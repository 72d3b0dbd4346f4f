"""Molar masses and stoichiometric ratios against independent references."""

import molmass
import pytest

from reagentplan import chemistry as chem


@pytest.mark.parametrize("formula, ours", [
    ("SO2", chem.SO2), ("CaCO3", chem.CACO3), ("CaSO4(H2O)2", chem.GYPSUM),
    ("CaSO4", chem.CASO4), ("CaO", chem.CAO), ("HCl", chem.HCL), ("SO3", chem.SO3),
])
def test_molar_masses_match_molmass_iupac(formula, ours):
    """IUPAC standard atomic weights, through the independent `molmass` library."""
    assert ours == pytest.approx(molmass.Formula(formula).mass, rel=2e-4)


def test_molar_masses_match_iupac_abridged_values():
    """IUPAC 2021 abridged standard atomic weights, from memory: S 32.06, O 15.999,
    Ca 40.078, C 12.011, H 1.008."""
    S, O, Ca, C, H = 32.06, 15.999, 40.078, 12.011, 1.008
    assert chem.SO2 == pytest.approx(S + 2 * O, rel=1e-4)
    assert chem.CACO3 == pytest.approx(Ca + C + 3 * O, rel=1e-4)
    assert chem.GYPSUM == pytest.approx(Ca + S + 4 * O + 2 * (2 * H + O), rel=1e-4)


def test_tonnes_of_limestone_and_gypsum_per_tonne_so2():
    """Common practice, no source: about 1.6 t CaCO3 and about 2.7 t gypsum per t of SO2
    removed at stoichiometry (Ca/S = 1, full oxidation)."""
    assert chem.CACO3 / chem.SO2 == pytest.approx(1.56, abs=0.05)
    assert chem.GYPSUM / chem.SO2 == pytest.approx(2.69, abs=0.05)
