"""The optimisation model: one MathOpt formulation, solved by CP-SAT, HiGHS or SCIP.

Decisions per period (a day in the firm window, a week after it, cut at month ends so
that monthly contracts stay exact):

- whole loads per supplier lane (arrivals) and per buyer lane (departures), within the
  lane's open days (calendar, closures, lead time, quality eligibility) × loads per day;
- landfill tonnes per site and material, within the daily limit and remaining airspace.

Stores balance period by period.  Safety stock, capacity and contract minimums are soft
with the workbook's penalties, so a plan always comes back.  A second, guarded level
(`guard`: the extra cumulative demand or production of a high quantile of the sampled
futures over the deterministic balance) is held above safety and below capacity with the
same penalties: this is how the plan keeps the chance of breaking a limit under the
user's level.  Stock left at the end is credited (limestone, at its cheapest delivered
cost) or charged (byproducts, at their cheapest landfill cost).

References
----------
OR-Tools MathOpt, https://developers.google.com/optimization/math_opt (model API).
Silver, E. A., Pyke, D. F. and Thomas, D. J. (2016), *Inventory and Production
Management in Supply Chains*, 4th ed., CRC Press: inventory balance, safety stock
against a demand quantile.
"""

from __future__ import annotations

import datetime as dt
import time
from dataclasses import dataclass

import numpy as np
import pandas as pd
from ortools.math_opt.python import mathopt

from ..scenario import Scenario
from .evaluate import EMPTY_PENALTY_FACTOR, PRODUCTION, DailyPlan, shortfall_rate
from .lanes import LANDFILL, SALE, SUPPLY, Lane, cheapest_delivered_cost, cheapest_disposal_cost, horizon_months
from .quality import SiloLots

#: Share of the limestone safety stock the quality-coupled model keeps above it [-].
SILO_SAFETY_MARGIN = 0.03

#: Weight of a guarded (worse-future) shortfall against a planned one: the plan first keeps
#: its own median levels inside the limits, then buys what protection it can.
GUARD_WEIGHT = 0.25

#: Money per load the plan gives up by moving or cancelling a load that the previous plan
#: held inside the firm window (a train re-booked, a buyer told of a new day): the price
#: of nervousness, so the coordinator is not asked to re-book for pennies.  Common
#: practice, no source; `make_plan(change_cost_per_load=...)` sets it.  Not a cost of the
#: plan: `evaluate` leaves it out.
CHANGE_COST_PER_LOAD = 250.0

#: Days a train may come late that the plan holds stock against in its firm window: on
#: each day, the silo less the rail deliveries of the last this-many days (any of which
#: may not have come yet) is kept above safety stock, at the guard's weight.  Common
#: practice, no source (unit trains a day or two late are routine; the reorder-point rule
#: keeps five days of use at each arrival).
LATE_TRAIN_DAYS = 2

SOLVERS = {"highs": mathopt.SolverType.HIGHS, "cp-sat": mathopt.SolverType.CP_SAT,
           "scip": mathopt.SolverType.GSCIP}


def build_periods(dates: pd.DatetimeIndex, firm_days: int) -> list[tuple[int, int]]:
    """(first, last) day index of each period: daily for ``firm_days``, then weekly
    buckets cut at month boundaries."""
    n = len(dates)
    periods = [(d, d) for d in range(min(firm_days, n))]
    d = len(periods)
    while d < n:
        end = min(d + 6, n - 1)
        month_end = np.flatnonzero(dates.month[d:end + 1] != dates.month[d])
        if len(month_end):
            end = d + month_end[0] - 1
        periods.append((d, end))
        d = end + 1
    return periods


@dataclass
class SolveOutcome:
    plan: DailyPlan
    solver: str
    status: str
    objective: float
    bound: float
    gap: float
    solve_seconds: float
    #: True when the wall-clock safety net, not the work limit, ended a solve: a re-run
    #: may then give another plan
    clock_cut: bool = False
    #: branch-and-bound nodes of the (first) solve
    nodes: int = 0
    #: the plan's price where a caller priced it (`plan._plan_the_silo`) [money]
    price: float = float("nan")


#: The seed every solver gets, so a re-run takes the same path through the search.
RANDOM_SEED = 20261203


@dataclass(frozen=True)
class WorkLimits:
    """Deterministic work a solve may do: branch-and-bound nodes [-] of the plan's solves, of
    the silo relaxation that gives the bound, and of the daily placement of the outlook
    weeks, and the placement's relative gap [-].
    Unlike a time limit, the same work gives the same plan on a quiet or a loaded machine
    (one thread, a fixed seed)."""

    nodes: int = 1000
    bound_nodes: int = 0
    placement_nodes: int = 200
    placement_gap: float = 1e-4


def solve_parameters(solver: str, time_limit: float, gap: float, scale: float | None,
                     node_limit: int | None) -> "mathopt.SolveParameters":
    """The solver's parameters: relative gap, absolute gap from the plan's money scale, one
    thread, a fixed seed, a node limit (the deterministic bound of the search) and the wall
    clock as a safety net only."""
    params = mathopt.SolveParameters(time_limit=dt.timedelta(seconds=max(time_limit, 1.0)),
                                     relative_gap_tolerance=gap, random_seed=RANDOM_SEED)
    if node_limit and solver != "cp-sat":
        params.node_limit = int(node_limit)
    if solver == "highs":
        # MathOpt refuses `threads` for HiGHS; its own options say one thread, no parallel
        params.highs.string_options["parallel"] = "off"
        params.highs.int_options["threads"] = 1
    else:
        params.threads = 1
    if scale:
        # the gap is relative to the plan's whole cost (with its constants), which solvers
        # that drop the objective's offset cannot see: give it as an absolute gap too
        params.absolute_gap_tolerance = 0.5 * gap * abs(scale)
    if solver == "cp-sat":
        params.cp_sat.mip_max_bound = 1e9
        if node_limit is not None:
            # CP-SAT's own deterministic clock, about a second of work per unit
            params.cp_sat.max_deterministic_time = max(node_limit / 50.0, 5.0)
    return params
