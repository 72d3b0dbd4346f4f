"""The dashboard in a real headless Chromium (Debian's chromium and chromium-driver):
the page loads, each view draws its charts, a bad upload shows the loader's message, a
good upload and a re-plan redraw the charts, and plan.xlsx downloads.

Screenshots of each view are saved under the test's temporary folder.  The app is served
in a thread on 127.0.0.1; nothing else is contacted.
"""

from __future__ import annotations

import datetime as dt
import os
import shutil
import time
from pathlib import Path

import pytest

from reagentplan.dashboard.testing import CHROMEDRIVER, CHROMIUM, chromium_driver  # noqa: E402

if not os.path.exists(CHROMIUM):
    pytest.skip(f"no Chromium at {CHROMIUM} (Debian package 'chromium')", allow_module_level=True)
if not os.path.exists(CHROMEDRIVER):
    pytest.skip(f"no chromedriver at {CHROMEDRIVER} (Debian package 'chromium-driver')",
                allow_module_level=True)
webdriver = pytest.importorskip("selenium.webdriver")

from selenium.webdriver.common.by import By  # noqa: E402
from selenium.webdriver.common.keys import Keys  # noqa: E402
from selenium.webdriver.support.ui import WebDriverWait  # noqa: E402

from helpers import minimal_sheets, write_workbook  # noqa: E402

pytestmark = pytest.mark.slow

TIMEOUT = 60


@pytest.fixture(scope="module")
def server(tmp_path_factory):
    from reagentplan.dashboard.app import create_app
    from reagentplan.dashboard.testing import serve_in_thread
    from reagentplan.demo.build_demo import build_demo_workbook

    folder = tmp_path_factory.mktemp("dash")
    workbook = build_demo_workbook(folder / "demo60.xlsx", horizon_days=60)
    app = create_app(workbook, futures=100, time_limit=30, work_dir=folder / "work")
    # the production server, with the origin check: every callback below (upload,
    # re-plan, download) is a POST from Chromium that must pass it
    url, stop = serve_in_thread(app)
    yield url, folder
    stop()


@pytest.fixture(scope="module")
def browser(tmp_path_factory):
    profile = tmp_path_factory.mktemp("chrome-profile")
    downloads = tmp_path_factory.mktemp("downloads")
    driver = chromium_driver(profile, downloads)
    driver.downloads = downloads
    yield driver
    driver.quit()


def wait(driver, condition, what: str, timeout: float = TIMEOUT):
    return WebDriverWait(driver, timeout, poll_frequency=0.1).until(
        lambda d: condition(d), message=f"timed out waiting for {what}")


def drawn_graphs(driver) -> int:
    """Plotly graphs in the selected view that have drawn their SVG."""
    return driver.execute_script(
        "return document.querySelectorAll('.rp-view .js-plotly-plot .main-svg.plotly, "
        ".rp-view .js-plotly-plot svg.main-svg').length") // 2


def text(driver, element_id: str) -> str:
    """The element's text, read in the page (no stale references while Dash redraws)."""
    return driver.execute_script(
        "var e = document.getElementById(arguments[0]); return e ? e.innerText : '';", element_id)


def classes(driver, element_id: str) -> str:
    return driver.execute_script(
        "var e = document.getElementById(arguments[0]); return e ? e.className : '';", element_id)


def graph_count(driver) -> int:
    return driver.execute_script("return document.querySelectorAll('.rp-view .js-plotly-plot').length")


def trace_points(driver, graph_id: str) -> int:
    """Points of the first trace of a graph, read from plotly's own data."""
    return driver.execute_script(
        "var g = document.querySelector('#' + arguments[0] + ' .js-plotly-plot');"
        "return g && g.data && g.data.length ? g.data[0].x.length : -1;", graph_id)


def show_tab(driver, name: str, expected: int) -> None:
    driver.find_element(By.ID, f"tab-{name}").click()
    wait(driver, lambda d: d.find_element(By.ID, f"tab-{name}").get_attribute("class").find("selected") >= 0
         and graph_count(d) >= expected and drawn_graphs(d) >= expected, f"{expected} charts in {name}")


def screenshot(driver, path: Path) -> None:
    height = driver.execute_script("return document.documentElement.scrollHeight")
    driver.set_window_size(1500, min(max(1100, height + 40), 4000))
    time.sleep(0.6)  # let plotly settle after the resize
    driver.save_screenshot(str(path))
    driver.set_window_size(1500, 1100)


def upload(driver, path: Path) -> None:
    field = driver.find_element(By.CSS_SELECTOR, "#upload input[type=file]")
    driver.execute_script("arguments[0].style.display = 'block';", field)
    field.send_keys(str(path))


def test_dashboard_in_chromium(server, browser, tmp_path):
    url, folder = server
    d = browser
    t0 = time.perf_counter()
    d.get(url)
    wait(d, lambda d: graph_count(d) >= 3 and drawn_graphs(d) >= 3, "the first view's charts")
    first_render = time.perf_counter() - t0
    print(f"first render {first_render:.2f} s")

    from reagentplan import CAUTION

    assert CAUTION in text(d, "caution")
    assert "Velmora Bend" in text(d, "header-title")
    assert "60 days" in text(d, "header-sub")

    # coordinator: calendar, contracts, lane use, and the order lists
    show_tab(d, "coordinator", 3)
    for gid in ("coord-calendar", "coord-contracts", "coord-lane-use"):
        assert d.find_element(By.ID, gid).find_elements(By.CSS_SELECTOR, ".js-plotly-plot")
    assert d.find_elements(By.ID, "haulouts-table")
    assert text(d, "coord-orders").strip()
    screenshot(d, tmp_path / "coordinator.png")

    # plant manager: four stores, SO2, headlines
    show_tab(d, "plant", 5)
    for store in ("limestone", "gypsum", "fly_ash", "bottom_ash"):
        assert d.find_elements(By.CSS_SELECTOR, f"#store-{store} .js-plotly-plot")
        assert text(d, f"headline-{store}")
    assert trace_points(d, "plant-so2") == 60
    screenshot(d, tmp_path / "plant.png")

    # sales: shipments, quality, season, landfill, airspace
    show_tab(d, "sales", 4)
    assert "Years left" in text(d, "airspace-table")
    screenshot(d, tmp_path / "sales.png")

    # a bad upload shows the loader's own message, and changes nothing
    sheets = minimal_sheets()
    del sheets["buyers"]
    bad = write_workbook(sheets, tmp_path / "no_buyers.xlsx")
    upload(d, bad)
    wait(d, lambda d: "bad" in classes(d, "upload-message"), "the bad upload's message")
    message = text(d, "upload-message")
    assert "no_buyers.xlsx: The workbook has" in message and "sheet 'buyers'" in message
    screenshot(d, tmp_path / "bad_upload.png")

    # a good upload (another station: 35 days from March) and a re-plan with a what-if
    from reagentplan.demo.build_demo import build_demo_workbook

    good = build_demo_workbook(tmp_path / "spring.xlsx", start_date=dt.date(2027, 3, 1),
                               horizon_days=35)
    upload(d, good)
    wait(d, lambda d: "good" in classes(d, "upload-message"), "the good upload's message")
    assert "spring.xlsx: the workbook is sound" in text(d, "upload-message")
    assert "60 days" in text(d, "header-sub")  # not planned yet

    thumb = d.find_element(By.CSS_SELECTOR, "#removal [role=slider]")
    for _ in range(5):
        thumb.send_keys(Keys.ARROW_LEFT)  # 97.5 % -> 97.0 %
    wait(d, lambda d: thumb.get_attribute("aria-valuenow") == "97", "the removal slider")
    d.find_element(By.ID, "replan-btn").click()
    wait(d, lambda d: "busy" in classes(d, "replan-box"), "the re-plan's progress state", timeout=10)
    assert not d.find_element(By.ID, "replan-btn").is_enabled()
    assert d.find_element(By.ID, "replan-progress-text").is_displayed()
    # the page stays responsive while the plan runs: switching views still works
    show_tab(d, "plant", 5)
    wait(d, lambda d: "good" in classes(d, "replan-message"), "the re-plan to finish", timeout=120)
    wait(d, lambda d: "SO2 removal 97 %" in text(d, "plan-whatif"), "the new plan's label")
    wait(d, lambda d: "35 days" in text(d, "header-sub"), "the new header")
    wait(d, lambda d: trace_points(d, "plant-so2") == 35, "the SO2 chart of the new plan")
    assert "spring.xlsx" in text(d, "header-sub")
    screenshot(d, tmp_path / "plant_after_replan.png")
    show_tab(d, "coordinator", 3)
    screenshot(d, tmp_path / "coordinator_after_replan.png")

    # download the plan
    d.find_element(By.ID, "download-btn").click()
    target = d.downloads / "plan.xlsx"
    wait(d, lambda d: target.exists() and target.stat().st_size > 0
         and not list(d.downloads.glob("*.crdownload")), "plan.xlsx in the download folder")
    assert target.read_bytes()[:2] == b"PK"  # an .xlsx is a zip file

    errors = [e for e in d.get_log("browser") if e.get("level") == "SEVERE"]
    assert not errors, errors
    keep = os.environ.get("REAGENTPLAN_SCREENSHOTS")
    if keep:  # copy the screenshots somewhere to look at them
        Path(keep).mkdir(parents=True, exist_ok=True)
        for png in tmp_path.glob("*.png"):
            shutil.copy(png, Path(keep) / png.name)


def test_startup_page_shows_the_steps_then_the_views(browser, tmp_path_factory):
    """Started in the background (as `reagentplan dashboard` does), the page first says
    what is being done and updates it, then opens the views by itself when the plan is
    ready; screenshots of both are saved in the test's folder."""
    from reagentplan.dashboard.app import create_app
    from reagentplan.dashboard.testing import serve_in_thread

    folder = tmp_path_factory.mktemp("startup")
    app = create_app(None, futures=100, time_limit=30, demo_days=90, background=True,
                     plan_cache=folder / "cache", work_dir=folder / "work")
    url, stop = serve_in_thread(app)
    try:
        browser.get(url)
        wait(browser, lambda d: "What is being done" in d.find_element(By.TAG_NAME, "body").text,
             "the startup page", 20)
        assert not app.reagentplan.ready
        wait(browser, lambda d: "Sampling 100 futures" in text(d, "startup-steps")
             or "Solving the plan" in text(d, "startup-steps"), "a later step shown", 60)
        screenshot(browser, folder / "startup.png")
        wait(browser, lambda d: text(d, "kpi-cost") != "", "the views after the plan", 300)
        assert "plan cost" in text(browser, "kpi-cost").lower()
        assert not browser.find_elements(By.ID, "startup-steps")
        wait(browser, lambda d: graph_count(d) >= 1 and drawn_graphs(d) >= 1, "a chart drawn")
        screenshot(browser, folder / "first-view.png")
        assert not [e for e in browser.get_log("browser") if e["level"] == "SEVERE"]
    finally:
        stop()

◆ **What you will do**
Return, exactly as written, the "assert not [e" line and each line after it through the end of the listing above.

◆ **Response to this exercise**
        assert not [e for e in browser.get_log("browser") if e["level"] == "SEVERE"]
    finally:
        stop()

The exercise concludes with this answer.